I am facing this error when performing write operation in foreach() on a dataframe. The piece of code was working fine for over 3 months but started failing since last week.

To give some context, I have a dataframe extract_df which contains 2 columns xml_full_name and content. I use the below code to write these records as xmls to a target folder in ADLS.

extract_df.foreach(write_file)

write_file is defined as:

def write_file(row):
    with open(row.extract_path, "wb") as f:
        f.write(row.content)

The notebook also uses spark.write command to write some parquets which is working fine.

On further investigation, I found that this issue could be related to parallelism and as a work around I tried the below:

for row in extract_df.collect():
    with open(row.extract_path, "wb") as f:
        f.write(row.content)

This works which means the connection is fine but parallelism isn't working. However, this can't be used as a fix though as it will bring down the performance.
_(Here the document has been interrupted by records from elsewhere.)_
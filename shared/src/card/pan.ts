import { isLuhnValid } from './luhn';

/**
 * Pure helpers for a card number (PAN, ISO/IEC 7812-1). What may be shown or
 * kept readably is the first six digits (the BIN, the issuer identification
 * number) and the last four: common practice under the card industry's data
 * security standard (PCI DSS), which the institution's own rules may tighten.
 */

/** ISO/IEC 7812-1 caps a PAN at 19 digits; issued card numbers are 12 digits or longer (common practice). */
export const PAN_MIN_DIGITS = 12;
export const PAN_MAX_DIGITS = 19;

const ENTRY = /^[0-9 -]+$/;

/**
 * The digits of a card number as people and upstream systems write it: digits
 * with optional spaces or dashes between groups. Returns null when anything
 * else is present or no digit is; length and Luhn are not checked here.
 */
export function panDigits(entry: string): string | null {
  if (typeof entry !== 'string' || !ENTRY.test(entry)) return null;
  const digits = entry.replace(/[ -]/g, '');
  return digits.length > 0 ? digits : null;
}

export interface PanParts {
  /** First six digits: the issuer identification number (BIN). */
  readonly bin: string;
  readonly last4: string;
}

function requireDigits(pan: string): string {
  const digits = panDigits(pan);
  if (digits === null || digits.length < PAN_MIN_DIGITS || digits.length > PAN_MAX_DIGITS) {
    // The message never carries the number itself.
    throw new RangeError(`expected a card number of ${PAN_MIN_DIGITS}-${PAN_MAX_DIGITS} digits`);
  }
  return digits;
}

/** BIN (first six) and last four digits of a card number. @throws RangeError on anything but a 12-19 digit number. */
export function panParts(pan: string): PanParts {
  const digits = requireDigits(pan);
  return { bin: digits.slice(0, 6), last4: digits.slice(-4) };
}

/** Display form showing only BIN and last four, e.g. `411111••••••1111`. @throws RangeError like panParts. */
export function maskPan(pan: string): string {
  const digits = requireDigits(pan);
  return maskFromParts({ bin: digits.slice(0, 6), last4: digits.slice(-4) }, digits.length);
}

/**
 * The same display form from stored parts, for screens that never had the
 * number. The hidden length is unknown there, so 16 digits is assumed (the most
 * common length, common practice) unless given.
 */
export function maskFromParts(parts: PanParts, length = 16): string {
  const hidden = Math.max(0, length - parts.bin.length - parts.last4.length);
  return `${parts.bin}${'•'.repeat(hidden)}${parts.last4}`;
}

const MASK = '•';
/** Digit groups joined by single spaces or dashes: how a card number is typed into free text. */
const TYPED_DIGITS = /\d+(?:[ -]\d+)*/g;

/**
 * Free text (a note, an e-mail, a reason) with every card number in it masked
 * to its BIN and last four, e.g. `4111 11•• •••• 1111`: the digits between are
 * replaced one for one, spaces and dashes stay. A card number here is a run of
 * 12-19 digits, whole digit groups of what was typed, that passes the Luhn
 * check (ISO/IEC 7812-1); runs that fail it (phone numbers, references) are
 * kept as typed. Masking is idempotent.
 */
export function maskPansInText(text: string): string {
  return text.replace(TYPED_DIGITS, (typed) => {
    // Where each digit sits in `typed`, and where each group of digits starts in that list.
    const at: number[] = [];
    const groupStarts: number[] = [];
    for (let i = 0; i < typed.length; i++) {
      if (typed[i] === ' ' || typed[i] === '-') continue;
      if (i === 0 || typed[i - 1] === ' ' || typed[i - 1] === '-') groupStarts.push(at.length);
      at.push(i);
    }
    const digits = at.map((i) => typed[i]).join('');
    const hidden = new Set<number>();
    const ends = [...groupStarts.slice(1), digits.length];
    groupStarts.forEach((from, g) => {
      for (let e = g; e < ends.length && ends[e] - from <= PAN_MAX_DIGITS; e++) {
        const to = ends[e];
        if (to - from < PAN_MIN_DIGITS || !isLuhnValid(digits.slice(from, to))) continue;
        for (let k = from + 6; k < to - 4; k++) hidden.add(at[k]);
      }
    });
    if (hidden.size === 0) return typed;
    return Array.from(typed, (ch, i) => (hidden.has(i) ? MASK : ch)).join('');
  });
}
Anyone here has faced this issue? If this is related to some configuration, any suggestions on what and where I can check. All inputs are welcome. Thanks.

1

There are 1 best solutions below

2
DileeprajnarayanThumula On

I have tried the below:

import os

def write_file_partition(rows):
    for row in rows:
        with open(row.xml_full_name, "w") as f:
            f.write(row.content)
extract_df.foreachPartition(write_file_partition)
write_file_partition(extract_df.collect())

Results:

Enter image description here

In the above code, the foreachPartition() method is used to apply a function to each partition of the RDD/DataFrame.

I have defined a function write_file_partition() which takes a partition of the extract_df DataFrame and writes the content to the file.

You can then call the foreachPartition() method on the extract_df DataFrame and pass the write_file_partition() function as an argument. This will apply the function to each partition of the DataFrame in parallel.